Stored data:
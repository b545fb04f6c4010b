using System.Globalization;
using System.Text.Json;

namespace Drypeak.Service.Tests.Laboratory;

/// <summary>Reads places of an answer by JSON pointer.</summary>
internal static class Answers
{
    public static JsonElement At(this JsonElement answer, string place) =>
        place.Split('/')[1..].Aggregate(answer, (value, step) => value.ValueKind == JsonValueKind.Array
            ? value[int.Parse(step, CultureInfo.InvariantCulture)]
            : value.GetProperty(step));

    public static double Number(this JsonElement answer, string place) => answer.At(place).GetDouble();

    public static string? Text(this JsonElement answer, string place) => answer.At(place).GetString();

    public static bool IsNull(this JsonElement answer, string place) => answer.At(place).ValueKind == JsonValueKind.Null;

    public static bool Has(this JsonElement answer, string member) => answer.TryGetProperty(member, out _);

    public static double[] Numbers(this JsonElement answer, string list, string member) =>
        [.. answer.At(list).EnumerateArray().Select(item => item.GetProperty(member).GetDouble())];

    /// <summary>The codes of the findings, in their order.</summary>
    public static string[] Findings(this JsonElement answer) => [.. answer.At("/findings").EnumerateArray().Select(finding => finding.Text("/code")!)];

    /// <summary>The one finding with this code.</summary>
    public static JsonElement Finding(this JsonElement answer, string code) => answer.At("/findings").EnumerateArray().Single(finding => finding.Text("/code") == code);
}
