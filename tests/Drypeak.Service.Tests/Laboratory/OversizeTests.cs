using System.Text.Json;
using Xunit;

namespace Drypeak.Service.Tests.Laboratory;

public sealed class OversizeTests(RunningService service)
{
    private const string Adopted = """{"adopted":{"waterContent":14,"maximumDryDensity":1.85,"reason":"by hand"}}""";

    [Fact]
    public async Task Without_oversize_there_is_no_corrected_peak_in_the_answer() =>
        Assert.False((await service.AnswerAsync(Body.Sound)).Has("corrected"));

    /// <summary>ASTM D4718: ρdT = 1/(Pf/ρdF + Pc/(Gc·ρw)), wT = Pf·wF + Pc·wc; ρw 0.9982067 Mg/m³ at 20 °C (Tanaka et al. 2001).</summary>
    [Fact]
    public async Task The_corrected_peak_starts_from_the_fitted_optimum()
    {
        var answer = await service.AnswerAsync(Body.With("/oversize", """{"percent":9.4,"specificGravity":2.70,"waterContent":1.0}"""));
        var (w, density) = (answer.Number("/optimum/waterContent"), answer.Number("/optimum/maximumDryDensity"));
        Assert.Equal(1 / ((0.906 / density) + (0.094 / (2.70 * 0.9982067))), answer.Number("/corrected/maximumDryDensity"), 1e-7);
        Assert.Equal((0.906 * w) + (0.094 * 1.0), answer.Number("/corrected/waterContent"), 1e-9);
        Assert.EndsWith(" Mg/m³", answer.Text("/corrected/reported/maximumDryDensity"), StringComparison.Ordinal);
    }

    [Fact]
    public async Task The_corrected_peak_starts_from_an_adopted_one_where_there_is_one()
    {
        var answer = await service.AnswerAsync(Body.With(("/oversize", """{"percent":10,"specificGravity":2.65}"""), ("/curve", Adopted)));
        Assert.Equal(1 / ((0.9 / 1.85) + (0.1 / (2.65 * 0.9982067))), answer.Number("/corrected/maximumDryDensity"), 1e-7);
        Assert.Equal(12.6, answer.Number("/corrected/waterContent"), 1e-9);
    }

    [Theory]
    [InlineData("5", false)]
    [InlineData("5.1", true)]
    public async Task Oversize_above_five_percent_without_its_specific_gravity_is_not_corrected_and_found(string percent, bool found)
    {
        var answer = await service.AnswerAsync(Body.With("/oversize", $$"""{"percent":{{percent}}}"""));
        Assert.Equal(JsonValueKind.Null, answer.GetProperty("corrected").ValueKind);
        Assert.Equal(found, answer.Findings().Contains("oversize-not-corrected"));
    }

    [Theory]
    [InlineData("5", true)]
    [InlineData("5.1", false)]
    public async Task Oversize_up_to_five_percent_is_corrected_with_a_note(string percent, bool noted)
    {
        var answer = await service.AnswerAsync(Body.With("/oversize", $$"""{"percent":{{percent}},"specificGravity":2.65}"""));
        Assert.True(answer.Number("/corrected/maximumDryDensity") > answer.Number("/optimum/maximumDryDensity"));
        Assert.Equal(noted, answer.At("/findings").EnumerateArray().Any(finding => finding.Text("/severity") == "note" && finding.Text("/pointer") == "/oversize/percent"));
    }

    [Fact]
    public async Task Where_there_is_no_peak_there_is_none_to_correct()
    {
        var answer = await service.AnswerAsync(Body.With(("/specimens", """[{"waterContent":10,"dryDensity":1.7}]"""), ("/oversize", """{"percent":10,"specificGravity":2.65}""")));
        Assert.Equal(JsonValueKind.Null, answer.GetProperty("corrected").ValueKind);
    }

    /// <summary>ASTM D698, method A: up to 25 % on 4.75 mm.</summary>
    [Theory]
    [InlineData("25", false)]
    [InlineData("25.1", true)]
    public async Task Oversize_above_what_the_method_allows_is_computed_and_found(string percent, bool found)
    {
        var answer = await service.AnswerAsync(Body.With("/oversize", $$"""{"percent":{{percent}},"specificGravity":2.65}"""));
        Assert.Equal(found, answer.Findings().Contains("oversize-above-limit"));
        Assert.NotEqual(JsonValueKind.Null, answer.GetProperty("corrected").ValueKind);
    }
}
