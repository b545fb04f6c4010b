using System.Globalization;
using System.Text.Json;
using CsCheck;
using Xunit;

namespace Drypeak.Service.Tests.Laboratory;

/// <summary>Whatever is sent, the answer is an answer: never a failure of the service, never a number that is none.</summary>
public sealed class FuzzTests(RunningService service)
{
    private static readonly string[] Fragments =
    [
        "{", "}", "[", "]", ",", ":", "\"", "\\", "\\u0000", "\\ud800", "null", "true", "0", "-", "-0", "1e308", "1e-308", "1e999", "5e-324", "0.1", "1e9", "-1",
        "\"waterContent\":0,", "\"setAside\":\"x\",", "\"model\":\"cubic\"", "\"label\":\"1\",", "é", "\u2028", "\t", " ",
    ];

    /// <summary>Values at and beyond the edges of what is possible.</summary>
    private static readonly string[] Values =
    [
        "0", "-0.0", "1e-9", "1e-10", "1e9", "1e10", "99.999999999", "100", "1000", "1e-300", "1e300", "0.5", "12", "1.8", "null", "\"\"", "[]", "{}",
        "\"custom\"", "\"saturation\"", "\"lb/ft3\"", "\"kN/m3\"", "\"yd3\"", "\"x\"", "true", "[1]", "[100,90]",
    ];

    private static readonly string[] ValuePlaces =
    [
        "/reference", "/method", "/units/mass", "/units/tinMass", "/units/volume", "/units/density", "/units/length", "/mold/mass", "/mold/volume", "/mold/diameter",
        "/mold/height", "/mold/empty", "/mold/withWater", "/specificGravity/value", "/waterTemperature", "/waterDensity", "/specimens/0/moldAndWetSoil",
        "/specimens/1/tins/0/tin", "/specimens/1/tins/0/wet", "/specimens/1/tins/0/dry", "/specimens/2/waterContent", "/specimens/2/tins", "/specimens/2/setAside",
        "/specimens/3/wetDensity", "/specimens/3/dryDensity", "/specimens/3/moldAndWetSoil", "/specimens/4/label", "/trace", "/lines", "/curve", "/oversize",
    ];

    [Fact]
    public Task A_text_cut_and_stuffed_at_random_is_refused_or_answered() =>
        Gen.Select(Gen.Int[0, Body.Sound.Length - 1], Gen.Int[0, 12], Gen.OneOf(Fragments)).Array[1, 3]
            .SampleAsync(cuts => Holds(cuts.Aggregate(Body.Sound, (text, cut) =>
            {
                var at = Math.Min(cut.Item1, text.Length);
                return text[..at] + cut.Item3 + text[Math.Min(at + cut.Item2, text.Length)..];
            })), iter: 400, threads: 1);

    [Fact]
    public Task A_sound_test_with_extreme_values_is_refused_or_answered() =>
        Gen.Select(Gen.OneOf(ValuePlaces), Gen.OneOf(Values)).Array[1, 4]
            .SampleAsync(edits => Holds(Body.With([.. edits.DistinctBy(edit => edit.Item1)])), iter: 400, threads: 1);

    [Fact]
    public Task Any_specimens_with_possible_values_are_answered()
    {
        var point = Gen.Select(Gen.Double[0, 60], Gen.Double[0.2, 3]);
        return Gen.Select(point.Array[1, 9], Gen.Double[0.5, 4], Gen.OneOf("auto", "averaged", "saturation", "parabola", "cubic", "spline"))
            .SampleAsync(async test =>
            {
                var (points, gravity, model) = test;
                var body = Body.With(
                    ("/specimens", $"[{string.Join(',', points.Select(Body.Point))}]"),
                    ("/specificGravity/value", gravity.ToString("R", CultureInfo.InvariantCulture)),
                    ("/curve", $$"""{"model":"{{model}}"}"""),
                    ("/oversize", """{"percent":12,"specificGravity":2.6}"""),
                    ("/trace", "true"));
                Assert.Equal(200, await Holds(body));
            }, iter: 200, threads: 1);
    }

    /// <summary>The status, when all that must hold of any answer has been seen to hold.</summary>
    private async Task<int> Holds(string body)
    {
        using var response = await service.PostAsync(body);
        var text = await RunningService.TextOf(response);
        Assert.True((int)response.StatusCode is 200 or 400 or 422, $"{(int)response.StatusCode} for {body}: {text}");
        if ((int)response.StatusCode == 200)
        {
            AssertFinite(JsonElement.Parse(text), body);
        }
        else
        {
            await Refusal.Of(response);
        }

        return (int)response.StatusCode;
    }

    private static void AssertFinite(JsonElement value, string body)
    {
        switch (value.ValueKind)
        {
            case JsonValueKind.Number:
                Assert.True(double.IsFinite(value.GetDouble()), $"{value} for {body}");
                break;
            case JsonValueKind.Array:
                value.EnumerateArray().ToList().ForEach(item => AssertFinite(item, body));
                break;
            case JsonValueKind.Object:
                value.EnumerateObject().ToList().ForEach(member => AssertFinite(member.Value, body));
                break;
        }
    }
}
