using Xunit;

namespace Drypeak.Service.Tests.Laboratory;

public sealed class UncertaintyTests(RunningService service)
{
    private const string All = """{"mass":0.5,"tinMass":0.02,"volume":1.5,"waterContent":0.15,"dryDensity":0.005,"specificGravity":0.02}""";

    [Fact]
    public async Task Stated_uncertainties_leave_the_optimum_alone_and_widen_its_interval()
    {
        var (without, with) = (await service.AnswerAsync(Body.Sound), await service.AnswerAsync(Body.With("/uncertainty", All)));
        foreach (var quantity in new[] { "waterContent", "maximumDryDensity" })
        {
            Assert.Equal(without.Number($"/optimum/{quantity}"), with.Number($"/optimum/{quantity}"));
            var (narrow, wide) = (without.At($"/optimum/uncertainty/{quantity}"), with.At($"/optimum/uncertainty/{quantity}"));
            Assert.True(wide.Number("/standard") > narrow.Number("/standard"));
            Assert.True(wide.Number("/interval/0") < narrow.Number("/interval/0"));
            Assert.True(wide.Number("/interval/1") > narrow.Number("/interval/1"));
        }
    }

    [Fact]
    public async Task Each_stated_uncertainty_has_its_share_and_the_shares_sum_to_one()
    {
        var optimum = (await service.AnswerAsync(Body.With("/uncertainty", All))).At("/optimum/uncertainty");
        var contributions = optimum.At("/contributions").EnumerateArray().ToList();
        Assert.Equal(
            ["dryDensity", "mass", "specificGravity", "tinMass", "volume", "waterContent"],
            contributions.Select(part => part.Text("/quantity")).Order(StringComparer.Ordinal));
        Assert.Equal(1, contributions.Sum(part => part.Number("/share")), 1e-9);
        Assert.Equal(contributions.Select(part => part.Number("/share")).OrderDescending(), contributions.Select(part => part.Number("/share")));
        Assert.True(optimum.Number("/trials") >= 200);
    }

    [Fact]
    public async Task Without_stated_uncertainties_there_are_neither_trials_nor_contributions()
    {
        var uncertainty = (await service.AnswerAsync(Body.Sound)).At("/optimum/uncertainty");
        Assert.False(uncertainty.Has("trials"));
        Assert.False(uncertainty.Has("contributions"));
    }

    /// <summary>A volume that is wrong by u lifts or lowers every point alike: the maximum by u/V of itself, the optimum hardly.</summary>
    [Fact]
    public async Task The_molds_volume_is_one_quantity_for_all_specimens()
    {
        var answer = await service.AnswerAsync(Body.With(("/uncertainty", """{"volume":9.43}"""), ("/curve", """{"model":"parabola"}""")));
        var without = await service.AnswerAsync(Body.With("/curve", """{"model":"parabola"}"""));
        double Added(string quantity) => Math.Sqrt(
            Math.Pow(answer.Number($"/optimum/uncertainty/{quantity}/standard"), 2) - Math.Pow(without.Number($"/optimum/uncertainty/{quantity}/standard"), 2));
        var expected = 0.01 * without.Number("/optimum/maximumDryDensity");
        Assert.InRange(Added("maximumDryDensity"), expected * 0.9, expected * 1.1);
        Assert.Equal(0, Added("waterContent"), 1e-6);
        Assert.Equal(1, answer.Number("/optimum/uncertainty/contributions/0/share"), 1e-9);
    }

    [Fact]
    public async Task Uncertainties_are_read_in_the_units_of_the_request()
    {
        var liters = await service.AnswerAsync(Body.With(("/units/volume", "\"L\""), ("/mold/volume", "0.943"), ("/uncertainty", """{"volume":0.0015}""")));
        var cubicCentimeters = await service.AnswerAsync(Body.With("/uncertainty", """{"volume":1.5}"""));
        Assert.Equal(
            cubicCentimeters.Number("/optimum/uncertainty/maximumDryDensity/standard"), liters.Number("/optimum/uncertainty/maximumDryDensity/standard"), 1e-9);
    }
}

Exercise instructions - All lines above that include the word "EnumerateArray" must be copied into the answer.

Written answer -
        [.. answer.At(list).EnumerateArray().Select(item => item.GetProperty(member).GetDouble())];
    public static string[] Findings(this JsonElement answer) => [.. answer.At("/findings").EnumerateArray().Select(finding => finding.Text("/code")!)];
    public static JsonElement Finding(this JsonElement answer, string code) => answer.At("/findings").EnumerateArray().Single(finding => finding.Text("/code") == code);
        Assert.Equal(noted, answer.At("/findings").EnumerateArray().Any(finding => finding.Text("/severity") == "note" && finding.Text("/pointer") == "/oversize/percent"));
                value.EnumerateArray().ToList().ForEach(item => AssertFinite(item, body));
        var contributions = optimum.At("/contributions").EnumerateArray().ToList();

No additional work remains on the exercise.